A stretchable antenna for wearable health monitoring

March 20, 2014

The extremely flexible antennas contain silver nanowires and can be incorporated into wearable health monitoring devices (credit: Amanda Myers)

North Carolina State University researchers have developed a stretchable antenna that can be incorporated into wearable technologies, such as health diagnostic and monitoring devices.

Wearable systems can be subject to a variety of stresses as patients move around, so the researchers wanted to develop an antenna that could be stretched, rolled, or twisted and always return to its original shape.

To create an appropriately resilient, effective antenna, the researchers used a stencil to apply silver nanowires in a specific pattern and then poured a liquid polymer over the nanowires. When the polymer sets, it forms an elastic composite material that has the nanowires embedded in the desired pattern.

This patterned material forms the radiating element of a microstrip patch antenna. The radiating layer is then bonded to a “ground plane” layer, which is made of the same composite, except it has a continuous layer of silver nanowires embedded.

By manipulating the shape and dimensions of the radiating element, the researchers can control the resonance frequency of the antenna (and thus its effectiveness). For example, to obtain the resonance frequency of 3 GHz, the rectangular
patch was designed to be 36.0 mm × 29.2 mm.

Stretchable microstrip patch antenna in four modes: (a) relaxed, (b) bent, (c) twisted, and (d) rolled (credit: Lingnan Song et al./ACS Applied Materials & Interfaces)

The researchers also learned that, while the antenna’s resonance frequency does change as it is stretched (since that changes its dimensions), the resonance frequency stays within a defined range of frequencies, so it can still communicate effectively (without excessive mismatch losses).

“In addition, it returns to its original shape and continues to work even after it has been significantly deformed, bent, twisted or rolled,” said Yong Zhu, an associate professor of mechanical and aerospace engineering at NC State and senior author of a paper describing the work.  “As the resonance frequency changes almost linearly with the strain, the antenna can be used a wireless strain sensor as well (strain can be determined by measuring frequency changes).”

Integrates into sensors themselves

The work on the new, stretchable antenna builds on previous research from Zhu’s lab to create elastic conductors and multifunctional sensors using silver nanowires.

Zhu told KurzweilAI that compared to other stretchable antennas, the new technique is “relatively simple and can be integrated directly into the sensors themselves. In fact, my lab has demonstrated several types of sensors using the same material and similar fabrication process for measuring strain, pressure, electrocardiogram, etc. Our technique would be fairly easy to scale up too.

In addition to wearable health monitoring systems for patients, this technology could also be used for structural health monitoring of civil infrastructures, and military deployment, he said.

“At this moment we are not sure when this innovation will be available commercially. But we are interested in discussing with the interested parties for licensing the technology and other ways of partnership.”

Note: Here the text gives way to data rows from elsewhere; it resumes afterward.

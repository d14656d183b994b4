// The simulator composed with the topology registry (SPEC §13): a result through
// its topology's chain. Kept out of engine.ts so what evaluates need not load
// the simulator. (The try page composes its own: src/client/try/simulation.ts.)
import type { Catalogue } from "./core/catalogue-index.ts";
import type { DesignResult } from "./core/engine/result.ts";
import type { SimulationOutcome } from "./core/sim/report.ts";
import { simulateResult, type DesignSimulation } from "./core/engine/simulate-result.ts";
import { engine } from "./engine.ts";

/** Simulates a result (and each topology of a comparison) and keeps the report on it; returns the same result. */
export function withSimulation(result: DesignResult, catalogue: Catalogue): DesignResult {
  const outcome = (r: DesignResult): SimulationOutcome => {
    const s = simulateDesign(r, catalogue);
    return s.ran
      ? { ran: true, topology: s.topology, parts: s.parts, report: s.report }
      : { ran: false, topology: s.topology, reason: s.reason };
  };
  if (result.comparison) {
    for (const r of result.comparison.results) r.simulation ??= outcome(r);
    const same = result.comparison.results.find((r) => r.topology === result.topology);
    result.simulation = same?.simulation ?? outcome(result);
  } else result.simulation = outcome(result);
  return result;
}

/** One topology's result through the simulator, with that topology's chain (SPEC §13). */
export function simulateDesign(result: DesignResult, catalogue: Catalogue): DesignSimulation {
  const topology = engine.topologies.find((t) => t.id === result.topology);
  return simulateResult(result, catalogue, topology?.simulation);
}
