// A finding's name in reports: its rule, and in a role of several stages
// (the two-stage rectifier) the stage it is about.
export function findingLabel(f: { rule: string; stage?: string }): string {
  return f.stage === undefined ? f.rule : `${f.rule} (${f.stage})`;
}
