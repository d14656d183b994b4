// A design's state in the words of SPEC §11.11 (holds / marginal / fails), with
// the reasons: every role has a fit, every BOM part fits and the budget's worst
// case fits the requirement (holds); only its root-sum-square fits (marginal).
// Anything else fails, including a budget that could not be summed because a
// role has no part: an unknown error is never a pass.
import type { DesignResult } from "../core/engine/result.ts";
import { designHolds } from "../core/engine/result.ts";
import { formatSI } from "../core/units.ts";
import { shortfalls } from "./summary.ts";

export const DESIGN_STATES = ["holds", "marginal", "fails"] as const;
export type DesignState = (typeof DESIGN_STATES)[number];

export type StateOfDesign = { state: DesignState; reasons: string[] };

export function designState(result: DesignResult): StateOfDesign {
  const reasons = shortfalls(result);
  const b = result.budget;
  const sums = `worst case ${formatSI(b.worst_case_v, "V")}, root-sum-square ${formatSI(b.rss_v, "V")}, required ${formatSI(b.required_v, "V")}`;
  if (b.missing.length > 0) reasons.push(`accuracy budget incomplete: no part for ${b.missing.join(", ")}`);
  else if (b.verdict === "fail") reasons.push(`accuracy budget fails (${sums})`);
  else if (b.verdict === "marginal") reasons.push(`accuracy budget marginal: only the root-sum-square fits (${sums})`);
  if (!designHolds(result) || b.verdict === "fail" || b.missing.length > 0) return { state: "fails", reasons };
  return { state: b.verdict === "marginal" ? "marginal" : "holds", reasons };
}
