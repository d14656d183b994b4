// CSV report: one row per design, role, part and rule.
import { csvLine } from "../core/csv-escape.ts";
import type { DesignResult } from "../core/engine/result.ts";

const HEADER = [
  "design",
  "topology",
  "role",
  "part",
  "part_verdict",
  "fits",
  "bom",
  "rule",
  "verdict",
  "needed",
  "available",
  "margin",
  "unit",
  "reason",
];

export function renderCsv(results: DesignResult[]): string {
  const lines = [csvLine(HEADER)];
  for (const r of results) {
    for (const role of r.roles) {
      for (const [fits, list] of [
        ["yes", role.fits],
        ["no", role.rejected],
      ] as const) {
        for (const p of list) {
          for (const f of p.findings) {
            lines.push(
              csvLine([
                r.design.id,
                r.topology,
                role.role,
                p.part.id,
                p.verdict,
                fits,
                p.bom ? "yes" : "no",
                f.rule,
                f.verdict,
                f.needed,
                f.available,
                f.margin,
                f.unit,
                f.reason,
              ]),
            );
          }
        }
      }
    }
    // Budget rows: the term's error in `available`, the requirement in `needed`.
    const b = r.budget;
    for (const t of b.terms) {
      lines.push(
        csvLine([
          r.design.id,
          r.topology,
          "budget",
          "",
          b.verdict,
          "",
          "",
          t.name,
          "",
          b.required_v,
          t.v,
          null,
          "V",
          t.label,
        ]),
      );
    }
    lines.push(
      csvLine([
        r.design.id,
        r.topology,
        "budget",
        "",
        b.verdict,
        "",
        "",
        "worst-case",
        b.verdict,
        b.required_v,
        b.worst_case_v,
        b.required_v - b.worst_case_v,
        "V",
        "sum of the terms' magnitudes",
      ]),
    );
    lines.push(
      csvLine([
        r.design.id,
        r.topology,
        "budget",
        "",
        b.verdict,
        "",
        "",
        "rss",
        b.verdict,
        b.required_v,
        b.rss_v,
        b.required_v - b.rss_v,
        "V",
        "root-sum-square of the terms (JCGM 100:2008)",
      ]),
    );
  }
  return `${lines.join("\r\n")}\r\n`;
}
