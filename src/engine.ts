// The one place that hands the registries to the engine: the topologies (with
// the rules of their roles) from src/topologies/, the design schema built from
// their names. Everything that evaluates or reads a design imports it from here.
import type { Catalogue } from "./core/catalogue-index.ts";
import { designReader } from "./core/designs.ts";
import type { DesignResult } from "./core/engine/result.ts";
import type { SimulationOutcome } from "./core/sim/report.ts";
import { simulateResult, type DesignSimulation } from "./core/sim/run-design.ts";
import { ALL_TOPOLOGIES, createEngine, roleApplies, valueAt } from "./core/engine/engine.ts";
import { designSchemaFor, type Design } from "./core/schemas/design.ts";
import { TOPOLOGIES } from "./topologies/index.ts";

export const engine = createEngine(TOPOLOGIES);

export const { evaluateDesign, checkBom, rolesOf } = engine;

/** Topology ids a design may name, "all" last. */
export const TOPOLOGY_IDS = engine.topologyIds as readonly [string, ...string[]];
/** Every role id of every topology. */
export const ROLE_IDS: readonly string[] = engine.roles.map((r) => r.id);

export const designSchema = designSchemaFor({
  topologies: TOPOLOGY_IDS,
  roles: ROLE_IDS,
  // Each topology's own checks, for the designs that name it or "all".
  check: (d) =>
    engine.topologies
      .filter((t) => d.topology === t.id || d.topology === ALL_TOPOLOGIES)
      .flatMap((t) => t.checkDesign?.(d as Design) ?? [])
      .map((p) => ({ path: p.path.split("."), message: p.message })),
});

export const { parseDesignText, parseDesignValue } = designReader(designSchema);

export { ALL_TOPOLOGIES, roleApplies, valueAt };

/** Simulates a result (and each topology of a comparison) and keeps the report on it; returns the same result. */
export function withSimulation(result: DesignResult, catalogue: Catalogue): DesignResult {
  const outcome = (r: DesignResult): SimulationOutcome => {
    const s = simulateDesign(r, catalogue);
    return s.ran
      ? { ran: true, topology: s.topology, parts: s.parts, report: s.report }
      : { ran: false, topology: s.topology, reason: s.reason };
  };
  if (result.comparison) {
    for (const r of result.comparison.results) r.simulation ??= outcome(r);
    const same = result.comparison.results.find((r) => r.topology === result.topology);
    result.simulation = same?.simulation ?? outcome(result);
  } else result.simulation = outcome(result);
  return result;
}

/** One topology's result through the simulator, with that topology's chain (SPEC §13). */
export function simulateDesign(result: DesignResult, catalogue: Catalogue): DesignSimulation {
  const topology = engine.topologies.find((t) => t.id === result.topology);
  return simulateResult(result, catalogue, topology?.simulation);
}
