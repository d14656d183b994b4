// `railsieve validate`: every problem of the data folder, or a one-line summary.
import { KINDS, kindSpec, kindWords } from "../core/kinds.ts";
import { loadDataSet } from "../node/load-data.ts";
import type { Io } from "./io.ts";
import { renderProblems } from "./load.ts";

export function runValidate(data: string, io: Io): number {
  const { catalogue, designs, problems, empty } = loadDataSet(data);
  if (problems.length > 0) {
    io.err(renderProblems(problems).replace("nothing was checked", "the data is not valid"));
    return 2;
  }
  const count = (n: number, one: string, many: string) => `${n} ${n === 1 ? one : many}`;
  const kinds = KINDS.map((k) => count(catalogue.byKind[k.kind].length, k.words.one, k.words.many));
  io.out(`valid: ${[...kinds, count(designs.length, "design", "designs")].join(", ")}\n`);
  // Said once: a folder may leave a kind out, and every role that needs one then has no fit.
  if (empty.length > 0) {
    const files = empty.map((k) => kindSpec(k).file).join(", ");
    const many = empty.map((k) => kindWords(k).many).join(", ");
    io.out(`note: no ${files} in this folder, so it has no ${many}\n`);
  }
  return 0;
}
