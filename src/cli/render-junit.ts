// `check --format junit`: the JUnit-style XML that CI test-report views read.
// Each design is a suite; each role, each BOM part and the accuracy budget is
// a case. A failure carries the deciding reason in its message and every
// reason that is not a pass in its body. Marginal stays a pass (as the exit
// status does) and says so in the case's output, unless --strict.
import type { PartResult } from "../core/engine/evaluate-part.ts";
import { isFitResult } from "../core/engine/evaluate-part.ts";
import type { DesignResult, RoleResult } from "../core/engine/result.ts";
import { formatSI } from "../core/units.ts";
import { decidingFinding } from "../view/deciding.ts";
import { designState } from "./design-state.ts";
import { xmlAttr, xmlText } from "./formats/xml.ts";
import { findingLabel } from "./finding-label.ts";
import { noFit } from "./summary.ts";

type Outcome =
  | { kind: "pass"; output?: string }
  | { kind: "failure"; message: string; body: string }
  | { kind: "skipped"; message: string };
type Case = { name: string; outcome: Outcome };

const lines = (p: PartResult) =>
  p.findings
    .filter((f) => f.verdict !== "pass")
    .map((f) => `${findingLabel(f)}: ${f.verdict}: ${f.reason}`)
    .join("\n");

function roleCase(role: RoleResult): Case {
  const total = role.fitCount + role.rejected.length;
  const name = `role ${role.role} has a fit`;
  if (role.fitCount === 0) {
    if (role.optional && role.bom === undefined)
      return {
        name,
        outcome: { kind: "skipped", message: `optional role: no part fits and none is named in the BOM` },
      };
    const closest = role.rejected[0];
    return {
      name,
      outcome: { kind: "failure", message: noFit(role), body: closest ? `${closest.part.id}:\n${lines(closest)}` : "" },
    };
  }
  const best = role.fits[0];
  return {
    name,
    outcome: {
      kind: "pass",
      output: `${role.label}: ${role.fitCount} of ${total} parts fit; best ${best?.part.id ?? "?"} (${best?.verdict ?? "?"})`,
    },
  };
}

function bomCase(role: RoleResult, id: string): Case {
  const name = `BOM part ${id} fits the ${role.role}`;
  const p = role.resultOf(id);
  if (!p)
    return { name, outcome: { kind: "failure", message: `${id} is no candidate for the ${role.role}`, body: "" } };
  if (!isFitResult(p)) {
    const f = decidingFinding(p);
    return {
      name,
      outcome: {
        kind: "failure",
        message: f ? `${p.verdict}: ${findingLabel(f)}: ${f.reason}` : p.verdict,
        body: lines(p),
      },
    };
  }
  return { name, outcome: { kind: "pass", output: p.verdict === "marginal" ? `marginal:\n${lines(p)}` : "pass" } };
}

function budgetCase(r: DesignResult, strict: boolean): Case {
  const b = r.budget;
  const name = "accuracy budget fits the requirement";
  const sums = `worst case ${formatSI(b.worst_case_v, "V")}, root-sum-square ${formatSI(b.rss_v, "V")}, required ${formatSI(b.required_v, "V")}`;
  const terms = b.terms.map((t) => `${t.label}: ${formatSI(t.v, "V")}`).join("\n");
  if (b.missing.length > 0)
    return {
      name,
      outcome: { kind: "failure", message: `incomplete: no part for ${b.missing.join(", ")}`, body: terms },
    };
  if (b.verdict === "fail" || (strict && b.verdict === "marginal"))
    return { name, outcome: { kind: "failure", message: `${b.verdict}: ${sums}`, body: terms } };
  return { name, outcome: { kind: "pass", output: `${b.verdict}: ${sums}` } };
}

export function designCases(r: DesignResult, strict = false): Case[] {
  const cases: Case[] = [];
  for (const role of r.roles) {
    cases.push(roleCase(role));
    if (role.bom !== undefined) cases.push(bomCase(role, role.bom));
  }
  cases.push(budgetCase(r, strict));
  return cases;
}

function caseXml(suite: string, c: Case): string {
  const open = `    <testcase classname="${xmlAttr(suite)}" name="${xmlAttr(c.name)}" time="0"`;
  const o = c.outcome;
  if (o.kind === "skipped") return `${open}>\n      <skipped message="${xmlAttr(o.message)}"/>\n    </testcase>`;
  if (o.kind === "failure")
    return `${open}>\n      <failure message="${xmlAttr(o.message)}" type="railsieve">${xmlText(o.body)}</failure>\n    </testcase>`;
  return o.output === undefined
    ? `${open}/>`
    : `${open}>\n      <system-out>${xmlText(o.output)}</system-out>\n    </testcase>`;
}

export function renderJunit(results: readonly DesignResult[], strict = false): string {
  const suites: string[] = [];
  let tests = 0;
  let failures = 0;
  let skipped = 0;
  for (const r of results) {
    const cases = designCases(r, strict);
    const f = cases.filter((c) => c.outcome.kind === "failure").length;
    const s = cases.filter((c) => c.outcome.kind === "skipped").length;
    tests += cases.length;
    failures += f;
    skipped += s;
    const { state } = designState(r);
    const id = r.design.id;
    suites.push(
      [
        `  <testsuite name="${xmlAttr(id)}" tests="${cases.length}" failures="${f}" errors="0" skipped="${s}" time="0">`,
        "    <properties>",
        `      <property name="title" value="${xmlAttr(r.design.title)}"/>`,
        `      <property name="topology" value="${xmlAttr(r.topology)}"/>`,
        `      <property name="verdict" value="${state}"/>`,
        "    </properties>",
        ...cases.map((c) => caseXml(id, c)),
        "  </testsuite>",
      ].join("\n"),
    );
  }
  return [
    '<?xml version="1.0" encoding="UTF-8"?>',
    `<testsuites name="railsieve check" tests="${tests}" failures="${failures}" errors="0" skipped="${skipped}" time="0">`,
    ...suites,
    "</testsuites>",
    "",
  ].join("\n");
}
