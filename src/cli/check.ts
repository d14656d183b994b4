// `railsieve check DESIGN.json…`: evaluate, print, and exit 0 / 1 / 2.
import { exitCodeFor } from "../core/engine/design-verdict.ts";
import type { DesignResult } from "../core/engine/result.ts";
import { InputError, type Problem } from "../core/problems.ts";
import { evaluateDesign, TOPOLOGY_IDS } from "../engine.ts";
import { withSimulation } from "../simulation.ts";
import { flag, UsageError, type ParsedArgs } from "./args.ts";
import type { Io } from "./io.ts";
import { loadForCheck } from "./load.ts";
import { guideLinks } from "./guide-links.ts";
import { renderCsv } from "./render-csv.ts";
import { renderJunit } from "./render-junit.ts";
import { renderCheckMarkdown } from "./render-markdown.ts";
import { renderJson } from "./render-json.ts";
import { renderDesignText } from "./render-text.ts";

const FORMATS = ["text", "json", "csv", "markdown", "junit"] as const;

/** Evaluates the design files; with `simulate`, each result also carries its simulation report. */
export function evaluateFiles(args: ParsedArgs, data: string, simulate = false): DesignResult[] {
  if (args.positional.length === 0) throw new UsageError("check needs at least one design file");
  const topologyFlag = flag(args, "topology");
  if (topologyFlag !== undefined && !TOPOLOGY_IDS.includes(topologyFlag)) {
    throw new UsageError(`unknown topology '${topologyFlag}' (expected ${TOPOLOGY_IDS.join(", ")})`);
  }
  const topology = topologyFlag;
  const loaded = loadForCheck(data, args.positional);
  if ("problems" in loaded) throw new InputError(loaded.problems);
  const problems: Problem[] = [];
  const results: DesignResult[] = [];
  for (const file of loaded.designs) {
    if (!file.design) continue;
    const evaluation = evaluateDesign(file.design, loaded.catalogue, topology);
    if (evaluation.ok) results.push(simulate ? withSimulation(evaluation.result, loaded.catalogue) : evaluation.result);
    else problems.push(...evaluation.problems.map((p) => ({ file: file.file, path: p.path, message: p.message })));
  }
  if (problems.length > 0) throw new InputError(problems);
  return results;
}

export function runCheck(args: ParsedArgs, data: string, io: Io): number {
  const format = flag(args, "format") ?? "text";
  if (!(FORMATS as readonly string[]).includes(format))
    throw new UsageError(`unknown format '${format}' (expected text, json, csv, markdown or junit)`);
  const links = guideLinks(flag(args, "guide-url"));
  const results = evaluateFiles(args, data, true);
  if (format === "json") io.out(renderJson(results));
  else if (format === "csv") io.out(renderCsv(results));
  else if (format === "markdown") io.out(renderCheckMarkdown(results, links));
  else if (format === "junit") io.out(renderJunit(results, args.flags.has("strict")));
  else io.out(results.map((r) => renderDesignText(r, io)).join("\n"));
  // SPEC §11.11: 1 when a design fails (its roles, its BOM or its budget); --strict: marginal too.
  return exitCodeFor(
    results.map((r) => r.verdict),
    args.flags.has("strict"),
  );
}
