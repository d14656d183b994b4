// The try page's data, written once per build: every catalogue part (checked
// and cleaned, in the CSV's units) and the demo designs as their files hold
// them, so a visitor who starts from one sees "4.7u" where the file says so.
import { resolve } from "node:path";
import type { APIRoute } from "astro";
import { readText } from "../../node/load-data.ts";
import { siteData } from "../../node/site-data.ts";
import type { DemoDesign, TryData } from "../../client/try/try-data.ts";

export const prerender = true;

function demoDesigns(): DemoDesign[] {
  return siteData().designs.map((entry) => {
    const { text } = readText(resolve(entry.file));
    let input: unknown = entry.design;
    try {
      if (text !== undefined) input = JSON.parse(text.startsWith("\uFEFF") ? text.slice(1) : text);
    } catch {
      // Already validated by the build; the cleaned design is a faithful stand-in.
    }
    return { id: entry.id, title: entry.design.title, input };
  });
}

export const GET: APIRoute = () => {
  const data: TryData = { parts: siteData().catalogue.parts, designs: demoDesigns() };
  return new Response(JSON.stringify(data), { headers: { "Content-Type": "application/json; charset=utf-8" } });
};
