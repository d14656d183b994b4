// `check --format markdown`: a job summary or review comment. One table per
// design, a row per role: the part it uses, its verdict, how many parts fit and
// the finding that decides; then the budget and why the design does not hold.
import type { PartResult } from "../core/engine/evaluate-part.ts";
import type { DesignResult, RoleResult } from "../core/engine/result.ts";
import type { Finding } from "../core/engine/types.ts";
import { formatSI } from "../core/units.ts";
import { closestFinding, decidingFinding } from "../view/deciding.ts";
import { designState, type DesignState } from "./design-state.ts";
import { mdCode, mdLink, mdTable, mdText } from "./formats/markdown.ts";
import type { GuideLinks } from "./guide-links.ts";

const STATE_WORDS: Readonly<Record<DesignState, string>> = { holds: "holds", marginal: "marginal", fails: "fails" };

export function renderCheckMarkdown(results: readonly DesignResult[], links?: GuideLinks): string {
  const states = results.map((r) => designState(r).state);
  const tally = (["holds", "marginal", "fails"] as const)
    .map((s) => [s, states.filter((x) => x === s).length] as const)
    .filter(([, n]) => n > 0)
    .map(
      ([s, n]) =>
        `${n} ${s === "holds" ? (n === 1 ? "holds" : "hold") : s === "fails" ? (n === 1 ? "fails" : "fail") : "marginal"}`,
    );
  const out = [
    "# railsieve check",
    "",
    `${results.length} design${results.length === 1 ? "" : "s"}: ${tally.join(", ") || "none"}.`,
  ];
  for (const r of results) out.push("", renderDesign(r, links));
  return `${out.join("\n")}\n`;
}

function partCell(id: string, links: GuideLinks | undefined): string {
  return links ? mdLink(id, links.part(id)) : mdCode(id);
}

function findingCell(label: string, f: Finding | undefined): string {
  if (!f) return "";
  const stage = f.stage === undefined ? "" : ` in ${mdText(f.stage)}`;
  return `${label === "" ? "" : `${mdText(label)} `}${mdCode(f.rule)}${stage} (${f.verdict}): ${mdText(f.reason)}`;
}

/** The row of one role: the part the design uses, else the closest candidate. */
function roleRow(designId: string, role: RoleResult, links: GuideLinks | undefined): string[] {
  const total = role.fitCount + role.rejected.length;
  const fits = `${role.fitCount} of ${total}`;
  const name = links ? mdLink(role.role, links.design(designId, role.role)) : mdCode(role.role);
  const used: PartResult | undefined = role.chosen === undefined ? undefined : role.resultOf(role.chosen);
  if (used) {
    const bom = role.bom !== undefined ? " (BOM)" : "";
    const fitsNow = used.verdict === "pass" || used.verdict === "marginal";
    const finding = fitsNow ? closestFinding(used) : decidingFinding(used);
    const label = fitsNow && used.verdict === "pass" ? "closest:" : "";
    return [name, `${partCell(used.part.id, links)}${bom}`, used.verdict, fits, findingCell(label, finding)];
  }
  if (role.optional && role.bom === undefined)
    return [name, "none", "optional", fits, mdText("no part fits; the role may be left out")];
  const closest = role.rejected[0];
  if (!closest) return [name, "none", "no fit", fits, mdText("the catalogue has no candidate of this kind")];
  return [
    name,
    "none",
    "no fit",
    fits,
    findingCell(`closest ${closest.part.id} is ${closest.verdict} on`, decidingFinding(closest)),
  ];
}

function renderDesign(r: DesignResult, links: GuideLinks | undefined): string {
  const { state, reasons } = designState(r);
  const title = `${r.design.id}: ${STATE_WORDS[state]}`;
  const heading = links ? `## ${mdLink(title, links.design(r.design.id))}` : `## ${mdText(title)}`;
  const out = [heading, "", `${mdText(r.design.title)} (topology ${mdCode(r.topology)})`, ""];
  out.push(
    mdTable(
      ["Role", "Part", "Verdict", "Fits", "Deciding finding"],
      r.roles.map((role) => roleRow(r.design.id, role, links)),
    ),
  );
  const b = r.budget;
  out.push(
    "",
    mdText(
      `Accuracy budget: worst case ${formatSI(b.worst_case_v, "V")}, root-sum-square ${formatSI(b.rss_v, "V")}, required ${formatSI(b.required_v, "V")}: ${b.verdict}${b.dominant ? ` (largest term: ${b.terms.find((t) => t.name === b.dominant)?.label ?? b.dominant})` : ""}.`,
    ),
  );
  if (reasons.length > 0) {
    out.push("", `Why it ${state === "fails" ? "fails" : "is marginal"}:`, "");
    for (const reason of reasons) out.push(`- ${mdText(reason)}`);
  }
  return out.join("\n");
}
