// Command-line parsing: positional words and --flags, with clear usage errors.
export type ParsedArgs = {
  command?: string;
  positional: string[];
  flags: Map<string, string | true>;
  /** Every value of a flag that may be given more than once (--part), in order. */
  repeated?: Map<string, string[]>;
};

export class UsageError extends Error {}

const VALUE_FLAGS = new Set(["data", "format", "role", "topology", "part", "guide-url", "port"]);
const REPEATABLE_FLAGS = new Set(["part"]);
const BOOLEAN_FLAGS = new Set(["help", "no-color", "strict"]);

export function parseArgs(argv: readonly string[]): ParsedArgs {
  const positional: string[] = [];
  const flags = new Map<string, string | true>();
  const repeated = new Map<string, string[]>();
  for (let i = 0; i < argv.length; i++) {
    const word = argv[i] ?? "";
    if (word === "-h") {
      flags.set("help", true);
      continue;
    }
    if (!word.startsWith("--")) {
      positional.push(word);
      continue;
    }
    const [name = "", inline] = word.slice(2).split(/=(.*)/s, 2);
    if (BOOLEAN_FLAGS.has(name)) flags.set(name, true);
    else if (VALUE_FLAGS.has(name)) {
      const value = inline ?? argv[++i];
      if (value === undefined || value === "") throw new UsageError(`option --${name} needs a value`);
      flags.set(name, value);
      if (REPEATABLE_FLAGS.has(name)) repeated.set(name, [...(repeated.get(name) ?? []), value]);
    } else throw new UsageError(`unknown option --${name}`);
  }
  const [command, ...rest] = positional;
  return { ...(command !== undefined ? { command } : {}), positional: rest, flags, repeated };
}

export function flagValues(args: ParsedArgs, name: string): string[] {
  return args.repeated?.get(name) ?? [];
}

export function flag(args: ParsedArgs, name: string): string | undefined {
  const v = args.flags.get(name);
  return typeof v === "string" ? v : undefined;
}

import { KINDS } from "../core/kinds.ts";
import { TOPOLOGY_IDS } from "../engine.ts";

const FILES = [...KINDS.map((k) => k.file), "designs/"].join(", ");
const TOPOLOGY_CHOICES = `${TOPOLOGY_IDS.slice(0, -1).join(", ")}, or ${TOPOLOGY_IDS.at(-1) ?? "all"} (side by side)`;

export const USAGE = `railsieve — shortlist op amps, comparators and diodes for a bipolar-to-ADC front end

Usage:
  railsieve validate [--data DIR]
  railsieve check DESIGN.json… [--data DIR] [--format text|json|csv|markdown|junit] [--topology NAME]
  railsieve diff BEFORE [AFTER] [--data DIR] [--format text|json|markdown]
  railsieve explain PART-ID DESIGN.json [--role ROLE] [--data DIR]
  railsieve simulate DESIGN.json [--part ROLE=ID]… [--topology NAME] [--format text|json|csv] [--data DIR]
  railsieve serve [DIR] [--port N]           (DIR: the built guide, default dist)

  --data DIR       catalogue folder (${FILES}); default ./data
  --format F       output of check: text (default), json, csv, markdown or junit;
                   of diff: text, json or markdown; of simulate: text, json or csv
  --guide-url URL  markdown links into the published guide at URL
  --strict         check, junit and diff: a marginal design counts as failing (check exits 1)
  --topology NAME  evaluate as ${TOPOLOGY_CHOICES}
  --role ROLE      explain one role only
  --part ROLE=ID   simulate with this part in this role (as if the design's bom named it)
  --port N         serve: the port on 127.0.0.1 (default 4800)
  BEFORE, AFTER    diff: data folders, or git:REV for the --data folder at a git
                   revision (AFTER defaults to the --data folder as it is now)

Exit status: 0 when everything asked holds, 1 when a BOM part fails or a role has no fit
(diff: when a design goes from holding to failing or a BOM part stops fitting;
simulate: when a simulation could not run or went beyond the static worst case),
2 on invalid input.
`;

The work was supported in part by the National Science Foundation by NSF’s ASSIST Engineering Research Center at NC State.

Abstract of ACS Applied Materials & Interfaces paper

We demonstrate a class of microstrip patch antennas that are stretchable, mechanically tunable, and reversibly deformable. The radiating element of the antenna consists of highly conductive and stretchable material with screen-printed silver nanowires embedded in the surface layer of an elastomeric substrate. A 3-GHz microstrip patch antenna and a 6-GHz 2-element patch array are fabricated. Radiating properties of the antennas are characterized under tensile strain and agree well with the simulation results. The antenna is reconfigurable because the resonant frequency is a function of the applied tensile strain. The antenna is thus well suited for applications like wireless strain sensing. The material and fabrication technique reported here could be extended to achieve other types of stretchable antennas with more complex patterns and multilayer structures.